__How to complete this task__:
For the records below, count the lines containing the word "differences" and reply with the number alone.
___ Extracted records ___
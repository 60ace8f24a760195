package web

import (
	"fmt"
	"math"
	"regexp"
	"strconv"
	"strings"
)

// Units is the reader's choice of display units for temperature and power.
// The store and the API stay SI (DESIGN.md section 5); only pages convert.
type Units struct {
	Imperial bool
}

// Conversion factors, exact by definition (NIST SP 811, Appendix B):
// t/°F = 1.8 t/°C + 32; a temperature difference of 1 K is 1.8 °F; one
// mechanical horsepower is 745.699 871 582 270 22 W (550 ft·lbf/s); one
// International Table Btu per hour is 0.293 071 070 172 222 W.
const (
	wattsPerHP      = 745.69987158227022
	wattsPerBTUPerH = 0.29307107017222
)

// CToF converts a temperature from °C to °F.
func CToF(c float64) float64 { return c*1.8 + 32 }

// unitsFromCookie reads the units cookie value.
func unitsFromCookie(v string) Units { return Units{Imperial: v == "imperial"} }

// Name says the choice in words.
func (u Units) Name() string {
	if u.Imperial {
		return "imperial"
	}
	return "si"
}

// TempUnit is the temperature unit shown.
func (u Units) TempUnit() string {
	if u.Imperial {
		return "°F"
	}
	return "°C"
}

// TempValue converts a temperature in °C for display, without a unit.
func (u Units) TempValue(c float64) float64 {
	if u.Imperial {
		return CToF(c)
	}
	return c
}

// Temp writes a temperature given in °C.
func (u Units) Temp(c float64) string {
	if math.IsNaN(c) {
		return "–"
	}
	return trimNum(u.TempValue(c), 1) + " " + u.TempUnit()
}

// TempP writes an optional temperature.
func (u Units) TempP(c *float64) string {
	if c == nil {
		return "–"
	}
	return u.Temp(*c)
}

// Rise writes a temperature difference given in K.
func (u Units) Rise(k float64) string {
	if u.Imperial {
		return trimNum(k*1.8, 1) + " °F"
	}
	return trimNum(k, 1) + " K"
}

// Power writes a drive power rating given in kW.
func (u Units) Power(kw float64) string {
	if u.Imperial {
		return trimNum(kw*1000/wattsPerHP, 1) + " hp"
	}
	return trimNum(kw, 1) + " kW"
}

// Heat writes a heat flow given in W (cabinet losses, cooling capacity):
// Btu/h in imperial units, the trade's usual unit for cooling.
func (u Units) Heat(w float64) string {
	if u.Imperial {
		return trimNum(w/wattsPerBTUPerH, 0) + " Btu/h"
	}
	return trimNum(w, 0) + " W"
}

// siQuantity finds a number with an SI unit in running text: °C for
// temperatures, K for temperature differences, kW and W; or a range of two
// numbers sharing the unit ("50-55 °C", "between 0 and 40 °C"), whose
// first number is group 1 and second group 3.
var siQuantity = regexp.MustCompile(`(-?\d+(?:\.\d+)?)(?:( ?(?:–|-|to|and) ?)(-?\d+(?:\.\d+)?))? ?(°C|kW|K|W)\b`)

// Text rewrites the SI quantities in a sentence written by the models
// (findings' messages and remedies, which state temperatures in °C,
// differences in K and heat in W) into the reader's units, both ends of a
// range included. With SI units, for a quantity per area or per time
// other than K per time (W/m²), and in a sentence that already speaks of
// °F (the data-quality rule that suspects a sensor logs in °F, whose
// numbers are about what was logged), the text is left as it is.
func (u Units) Text(s string) string {
	if !u.Imperial || strings.Contains(s, "°F") {
		return s
	}
	convert := func(v float64, unit string) string {
		switch unit {
		case "°C":
			return u.Temp(v)
		case "K":
			return u.Rise(v)
		case "kW":
			return u.Power(v)
		}
		return u.Heat(v)
	}
	var b strings.Builder
	last := 0
	for _, m := range siQuantity.FindAllStringSubmatchIndex(s, -1) {
		unit := s[m[8]:m[9]]
		if m[1] < len(s) && s[m[1]] == '/' && unit != "K" {
			continue // W/m² and the like are not converted
		}
		v, err := strconv.ParseFloat(s[m[2]:m[3]], 64)
		if err != nil {
			continue
		}
		b.WriteString(s[last:m[0]])
		if m[6] >= 0 { // a range: the first number without its unit
			hi, err := strconv.ParseFloat(s[m[6]:m[7]], 64)
			if err != nil {
				continue
			}
			lo, _, _ := strings.Cut(convert(v, unit), " ")
			b.WriteString(lo + s[m[4]:m[5]])
			v = hi
		}
		b.WriteString(convert(v, unit))
		last = m[1]
	}
	b.WriteString(s[last:])
	return b.String()
}

// Value writes a value with its SI unit as findings' evidence carries it,
// converting temperatures, temperature differences and power when the
// reader chose imperial units. Values that are not numbers are written as
// they are, with underscores turned into spaces.
func (u Units) Value(v any, unit string) string {
	var f float64
	switch x := v.(type) {
	case nil:
		return "–"
	case float64:
		f = x
	case int:
		f = float64(x)
	case int64:
		f = float64(x)
	case bool:
		if x {
			return "yes"
		}
		return "no"
	case string:
		return strings.TrimSpace(words(x) + " " + unit)
	default:
		return strings.TrimSpace(fmt.Sprint(x) + " " + unit)
	}
	if math.IsNaN(f) || math.IsInf(f, 0) {
		return "–"
	}
	if u.Imperial {
		switch unit {
		case "°C":
			return u.Temp(f)
		case "K":
			return u.Rise(f)
		case "K/min", "K/week":
			return trimNum(f*1.8, 2) + " °F/" + strings.TrimPrefix(unit, "K/")
		case "W":
			return u.Heat(f)
		case "kW":
			return u.Power(f)
		}
	}
	if unit == "fraction" {
		return percent(f)
	}
	return strings.TrimSpace(trimNum(f, 3) + " " + unit)
}

// trimNum writes v with at most dec decimals and no trailing zeros.
func trimNum(v float64, dec int) string {
	s := strconv.FormatFloat(v, 'f', dec, 64)
	if strings.Contains(s, ".") {
		s = strings.TrimRight(strings.TrimRight(s, "0"), ".")
	}
	if s == "-0" {
		s = "0"
	}
	return s
}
___
__Response for this exercise__:
3